A newly uncovered Defense Department report reveals that seven U.S. troops may have contracted COVID-19 during the 2019 World Military Games in Wuhan—months before the official pandemic timeline. The Biden administration kept the report from the public for over two years, despite a legal requirement to release it.

Key Details:

  • A December 2022 Pentagon report shows seven U.S. service members showed COVID-like symptoms after attending the 2019 Wuhan games.
  • The Biden administration withheld the report, which was required by law to be made public in 2022, until it was quietly posted online in March 2025.
  • Evidence contradicts Biden officials’ 2021 claims and adds weight to theories that COVID-19 leaked from a Chinese lab before December 2019.

Diving Deeper:

The Biden administration withheld a critical Pentagon report for more than two years, one that sheds new light on the origins of the COVID-19 pandemic. According to documents obtained by the Washington Free Beacon, seven U.S. military service members may have contracted COVID-19 during or shortly after the 2019 World Military Games in Wuhan, China—a full two months before China officially acknowledged the outbreak.

The report, completed in December 2022, was mandated for public release by the National Defense Authorization Act. Yet, the administration only passed it to select Congressional committees and failed to make it publicly accessible as required.
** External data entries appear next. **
fn route_mix(
    (a_name, a): (&str, &[SessionDecision]),
    (b_name, b): (&str, &[SessionDecision]),
    significance: f64,
) -> Result<RouteMix, AnalysisError> {
    let routes: Vec<String> = a
        .iter()
        .chain(b)
        .map(route_of)
        .collect::<BTreeSet<_>>()
        .into_iter()
        .collect();
    let count = |side: &[SessionDecision]| -> Vec<u64> {
        routes
            .iter()
            .map(|r| side.iter().filter(|d| &route_of(d) == r).count() as u64)
            .collect()
    };
    let (a_counts, b_counts) = (count(a), count(b));
    let test = match chi_square_homogeneity(&[a_counts.clone(), b_counts.clone()]) {
        Ok(t) => Some(t),
        Err(StatsError::DegenerateTable { .. }) => None,
        Err(e) => return Err(e.into()),
    };
    let small_expected = test.as_ref().is_some_and(|t| t.approximation_doubtful());
    let verdict = match &test {
        None => {
            "victory-route mix: nothing to test (fewer than two routes, or a side without sessions)"
                .to_string()
        }
        Some(t) => {
            let caveat = if small_expected {
                "; small expected counts make the chi-square approximation doubtful"
            } else {
                ""
            };
            if t.p_value < significance {
                format!(
                    "the victory-route mix differs between {a_name} and {b_name} (χ² = {:.2}, df {}, {}{caveat})",
                    t.statistic,
                    t.df,
                    p_value(t.p_value)
                )
            } else {
                format!(
                    "victory-route mix: no detectable change between {a_name} and {b_name} (χ² = {:.2}, df {}, {}{caveat})",
                    t.statistic,
                    t.df,
                    p_value(t.p_value)
                )
            }
        }
    };
    Ok(RouteMix {
        routes,
        a_counts,
        b_counts,
        test,
        small_expected,
        verdict,
    })
}

/// Sessions per variant needed to detect the observed first-mover difference.
#[derive(Debug, Clone, PartialEq, Serialize)]
pub struct SessionsNeeded {
    /// First-mover win rate in A.
    pub a_rate: Option<f64>,
    /// First-mover win rate in B.
    pub b_rate: Option<f64>,
    /// Sessions per variant (rounded up); `None` when not computable.
    pub per_variant: Option<u64>,
    /// The verdict line.
    pub verdict: String,
}

fn sessions_needed(
    a: &SideSummary,
    b: &SideSummary,
    params: &CompareParams,
) -> Result<SessionsNeeded, AnalysisError> {
    let rate =
        |s: &SideSummary| (s.sessions > 0).then(|| s.first_mover_wins as f64 / s.sessions as f64);
    let (ra, rb) = (rate(a), rate(b));
    let design = format!(
        "{} % power, two-sided {} %",
        pct(params.power),
        pct(params.significance)
    );
    let (per_variant, verdict) = match (ra, rb) {
        (Some(pa), Some(pb)) if (pa - pb).abs() > 1e-9 => {
            let power = PowerParams {
                significance: params.significance,
                two_sided: true,
                continuity_correction: false,
            };
            match two_proportion_sample_size(pa, pb, params.power, &power) {
                Ok(n) => {
                    let n = n.ceil() as u64;
                    (
                        Some(n),
                        format!(
                            "detecting a first-mover win rate of {} % vs {} % at {design} needs about {n} sessions per variant ({} has {}, {} has {})",
                            pct(pb),
                            pct(pa),
                            b.name,
                            b.sessions,
                            a.name,
                            a.sessions
                        ),
                    )
                }
                Err(StatsError::NoDifference(_)) => (
                    None,
                    "sessions needed: not computable, the first-mover win rates are the same"
                        .to_string(),
                ),
                Err(e) => return Err(e.into()),
            }
        }
        (Some(_), Some(_)) => (
            None,
            "sessions needed: not computable, the first-mover win rates are the same".to_string(),
        ),
        _ => (
            None,
            "sessions needed: not computable, a side has no sessions".to_string(),
        ),
    };
    Ok(SessionsNeeded {
        a_rate: ra,
        b_rate: rb,
        per_variant,
        verdict,
    })
}
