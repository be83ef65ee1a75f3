//! tellturn: learns per-turn win chances from recorded sessions of a game or a training exercise,
//! and turns them into answers: when each game was decided, what swung it, whether it is fair
//! between seats, and whether a rule variant changed that.
//!
//! The flow runs one way: files → [`sessions`] → [`features`] → models → traces → [`analysis`] →
//! faces (CLI, dashboard, report). Everything here is the engine: it returns values and errors
//! and never prints. Results describe recorded sessions; they are not forecasts of real-world
//! events and must not drive operational decisions.

pub mod analysis;
pub mod atomic;
pub mod demo;
pub mod evaluate;
pub mod features;
pub mod models;
pub mod progress;
pub mod report;
pub mod sessions;
pub mod stats;
pub mod study;
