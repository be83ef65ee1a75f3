//! The `tellturn` binary: a thin face over the engine library.

mod app;
mod cli;

use clap::Parser;

fn main() {
    let parsed = cli::Cli::parse();
    if parsed.command.is_none() {
        std::process::exit(app::run(parsed.sets));
    }
    let code = match cli::run(parsed) {
        Ok(code) => code,
        Err(e) => {
            eprintln!("tellturn: {e:#}");
            2
        }
    };
    std::process::exit(code);
}
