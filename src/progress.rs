//! Progress reporting and cancellation for long work.
//!
//! Every long engine call (training, cross-fitting, bootstrap) takes a `&dyn Progress` and a
//! `&Cancel`, so the dashboard can run it on a worker thread and the CLI can draw a progress
//! line with the same engine code.

use std::sync::Arc;
use std::sync::atomic::{AtomicBool, Ordering};

/// Receives progress reports: a stage name and the fraction of that stage done (0..=1).
pub trait Progress: Sync {
    /// Report that `fraction` (0..=1) of `stage` is done.
    fn report(&self, stage: &str, fraction: f64);
}

/// A progress sink that ignores every report.
#[derive(Debug, Clone, Copy, Default)]
pub struct NoProgress;

impl Progress for NoProgress {
    fn report(&self, _stage: &str, _fraction: f64) {}
}

/// A shared cancel flag; cloning shares the same flag.
#[derive(Debug, Clone, Default)]
pub struct Cancel(Arc<AtomicBool>);

impl Cancel {
    /// A new flag, not cancelled.
    pub fn new() -> Self {
        Self::default()
    }
    /// Ask the work to stop as soon as it can.
    pub fn cancel(&self) {
        self.0.store(true, Ordering::SeqCst);
    }
    /// Whether a cancel was asked for.
    pub fn is_cancelled(&self) -> bool {
        self.0.load(Ordering::Relaxed)
    }
    /// `Err(Cancelled)` when a cancel was asked for, so work can stop with `?`.
    pub fn check(&self) -> Result<(), Cancelled> {
        if self.is_cancelled() {
            Err(Cancelled)
        } else {
            Ok(())
        }
    }
}

/// The work stopped because a cancel was asked for.
#[derive(Debug, Clone, Copy, PartialEq, Eq, thiserror::Error)]
#[error("cancelled")]
pub struct Cancelled;
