//! Atomic output files: write to a temporary file beside the target, then rename.
//!
//! A reader never sees a half-written file under the final name, and an interrupted run leaves
//! at most a `.tellturn-tmp` file behind, never a truncated output.

use std::fs;
use std::io::{self, Write};
use std::path::{Path, PathBuf};

/// The temporary name used while `path` is being written.
pub fn temp_path(path: &Path) -> PathBuf {
    let mut name = path
        .file_name()
        .map(|n| n.to_os_string())
        .unwrap_or_default();
    name.push(format!(".{}.tellturn-tmp", std::process::id()));
    path.with_file_name(name)
}

/// Write `bytes` to `path` atomically (temporary file, flush, rename).
pub fn write_atomic(path: &Path, bytes: &[u8]) -> io::Result<()> {
    write_atomic_with(path, |w| w.write_all(bytes))
}

/// Write to `path` atomically, letting `fill` stream the content into a buffered writer.
pub fn write_atomic_with<F>(path: &Path, fill: F) -> io::Result<()>
where
    F: FnOnce(&mut dyn Write) -> io::Result<()>,
{
    let tmp = temp_path(path);
    let result = (|| {
        let file = fs::File::create(&tmp)?;
        let mut w = io::BufWriter::new(file);
        fill(&mut w)?;
        let file = w.into_inner().map_err(|e| e.into_error())?;
        file.sync_all()?;
        fs::rename(&tmp, path)
    })();
    if result.is_err() {
        let _ = fs::remove_file(&tmp);
    }
    result
}
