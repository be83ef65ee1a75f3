//! The `tellturn` binary: a thin face over the engine library.

#[cfg(feature = "dashboard")]
mod app;
mod cli;

use clap::Parser;

fn main() {
    let parsed = cli::Cli::parse();
    if parsed.command.is_none() {
        std::process::exit(open_dashboard(parsed.sets));
    }
    let code = match cli::run(parsed) {
        Ok(code) => code,
        Err(e) => {
            eprintln!("tellturn: {e:#}");
            2
        }
    };
    std::process::exit(code);
}

#[cfg(feature = "dashboard")]
fn open_dashboard(sets: Vec<std::path::PathBuf>) -> i32 {
    app::run(sets)
}

#[cfg(not(feature = "dashboard"))]
fn open_dashboard(_sets: Vec<std::path::PathBuf>) -> i32 {
    eprintln!(
        "tellturn: this build has no dashboard (built without the `dashboard` feature); \
         run `tellturn --help` for the commands"
    );
    2
}
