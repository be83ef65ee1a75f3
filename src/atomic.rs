//! Atomic output files: write to a temporary file beside the target, then rename.
//!
//! A reader never sees a half-written file under the final name, and an interrupted run leaves
//! at most a `.tellturn-tmp` file behind, never a truncated output.

use std::fs;
use std::io::{self, Write};
use std::path::{Path, PathBuf};

/// The temporary name used while `path` is being written.
pub fn temp_path(path: &Path) -> PathBuf {
    let mut name = path
        .file_name()
        .map(|n| n.to_os_string())
        .unwrap_or_default();
    name.push(format!(".{}.tellturn-tmp", std::process::id()));
    path.with_file_name(name)
}

/// Write `bytes` to `path` atomically (temporary file, flush, rename).
pub fn write_atomic(path: &Path, bytes: &[u8]) -> io::Result<()> {
    write_atomic_with(path, |w| w.write_all(bytes))
}

/// Write to `path` atomically, letting `fill` stream the content into a buffered writer.
pub fn write_atomic_with<F>(path: &Path, fill: F) -> io::Result<()>
where
    F: FnOnce(&mut dyn Write) -> io::Result<()>,
{
    let tmp = temp_path(path);
    let result = (|| {
        let file = fs::File::create(&tmp)?;
        let mut w = io::BufWriter::new(file);
        fill(&mut w)?;
        let file = w.into_inner().map_err(|e| e.into_error())?;
        file.sync_all()?;
        fs::rename(&tmp, path)
    })();
    if result.is_err() {
        let _ = fs::remove_file(&tmp);
    }
    result
}

/// Several files written as one: each goes to its temporary name first, and only when every
/// one is complete are they renamed to their final names. On any error (or when `proceed`
/// says stop before the renames) the temporary files are removed and no final name is
/// touched, so an interrupted run leaves either all new files or none (an earlier run's
/// files stay as they were).
pub struct StagedFiles {
    staged: Vec<(PathBuf, PathBuf)>,
}

impl StagedFiles {
    /// Nothing staged yet.
    pub fn new() -> Self {
        StagedFiles { staged: Vec::new() }
    }

    /// Write `path`'s content to its temporary name.
    pub fn stage<F>(&mut self, path: &Path, fill: F) -> io::Result<()>
    where
        F: FnOnce(&mut dyn Write) -> io::Result<()>,
    {
        let tmp = temp_path(path);
        // Recorded first, so a failed write's partial temp file is removed on drop too.
        self.staged.push((tmp.clone(), path.to_path_buf()));
        let file = fs::File::create(&tmp)?;
        let mut w = io::BufWriter::new(file);
        fill(&mut w)?;
        let file = w.into_inner().map_err(|e| e.into_error())?;
        file.sync_all()
    }

    /// Rename every staged file to its final name.
    pub fn commit(mut self) -> io::Result<Vec<PathBuf>> {
        let staged = std::mem::take(&mut self.staged);
        let mut done = Vec::with_capacity(staged.len());
        for (i, (tmp, path)) in staged.iter().enumerate() {
            if let Err(e) = fs::rename(tmp, path) {
                for (t, _) in &staged[i..] {
                    let _ = fs::remove_file(t);
                }
                return Err(e);
            }
            done.push(path.clone());
        }
        Ok(done)
    }
}

impl Default for StagedFiles {
    fn default() -> Self {
        Self::new()
    }
}

impl Drop for StagedFiles {
    fn drop(&mut self) {
        for (tmp, _) in &self.staged {
            let _ = fs::remove_file(tmp);
        }
    }
}

#[cfg(test)]
mod staged_tests {
    use super::*;

    #[test]
    fn staged_files_appear_together_or_not_at_all() {
        let dir = std::env::temp_dir().join(format!("tellturn-staged-{}", std::process::id()));
        let _ = fs::remove_dir_all(&dir);
        fs::create_dir_all(&dir).unwrap();
        let (a, b) = (dir.join("a.txt"), dir.join("b.txt"));
        fs::write(&a, "old a").unwrap();
        // Dropped before commit (a cancel): nothing changes, no temp file stays.
        let mut s = StagedFiles::new();
        s.stage(&a, |w| w.write_all(b"new a")).unwrap();
        s.stage(&b, |w| w.write_all(b"new b")).unwrap();
        drop(s);
        assert_eq!(fs::read_to_string(&a).unwrap(), "old a");
        assert!(!b.exists());
        // A failing writer: the error comes back, and nothing changes either.
        let mut s = StagedFiles::new();
        s.stage(&a, |w| w.write_all(b"new a")).unwrap();
        let e = s.stage(&b, |_| Err(io::Error::other("disk full")));
        assert!(e.is_err());
        drop(s);
        assert_eq!(fs::read_to_string(&a).unwrap(), "old a");
        assert!(!b.exists());
        // Committed: both new.
        let mut s = StagedFiles::new();
        s.stage(&a, |w| w.write_all(b"new a")).unwrap();
        s.stage(&b, |w| w.write_all(b"new b")).unwrap();
        assert_eq!(s.commit().unwrap(), vec![a.clone(), b.clone()]);
        assert_eq!(fs::read_to_string(&a).unwrap(), "new a");
        assert_eq!(fs::read_to_string(&b).unwrap(), "new b");
        let names: Vec<_> = fs::read_dir(&dir)
            .unwrap()
            .map(|e| e.unwrap().file_name())
            .collect();
        assert_eq!(names.len(), 2, "{names:?}");
        let _ = fs::remove_dir_all(&dir);
    }
}
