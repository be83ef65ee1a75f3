//! The `tellturn` binary: a thin face over the engine library.

mod cli;

use clap::Parser;

fn main() {
    let parsed = cli::Cli::parse();
    let code = match cli::run(parsed) {
        Ok(code) => code,
        Err(e) => {
            eprintln!("tellturn: {e:#}");
            2
        }
    };
    std::process::exit(code);
}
It wasn’t until March 2025 that the report quietly appeared on a Defense Department site under a section dedicated to “quality-of-life” issues—far from public view.

This revelation directly contradicts claims made by Biden administration officials in 2021, including then-Defense Department spokesman John Kirby, who stated there was “no knowledge” of any infections among the U.S. participants. The Trump administration had also denied early on that troops were tested or showed symptoms, citing the timing of the games before China’s outbreak announcement.

Held just miles from the Wuhan Institute of Virology—where controversial, U.S.-funded gain-of-function research was conducted—the 2019 games have long drawn suspicion from national security and public health experts. Prominent biologist Dr. Richard Ebright told the Free Beacon the report confirms that COVID was already circulating and likely leaked from the Wuhan lab: “This new information strengthens U.S. and allied intelligence data.”

Adding more context, athletes from European countries such as France, Germany, and Italy also reported flu-like symptoms in Wuhan, describing the city at the time as unusually empty—a “ghost town.” All seven American service members recovered quickly, and the Pentagon has not revealed when it first became aware of the cases.

Sen. Joni Ernst (R-Iowa) called the report’s concealment an “outrage,” noting it directly undermines the long-promoted narrative that COVID began at a Wuhan wet market in December 2019. “Taxpayers deserve to know the truth,” she said. “This report should have been made public immediately.”

Congressional Republicans have consistently asserted that the Wuhan games were among the first super spreader events of the pandemic. In 2021, House Foreign Affairs Republicans issued findings supporting that theory. Meanwhile, multiple federal agencies—including the CIA, FBI, and Energy Department—now publicly believe COVID most likely originated from the Wuhan Institute of Virology.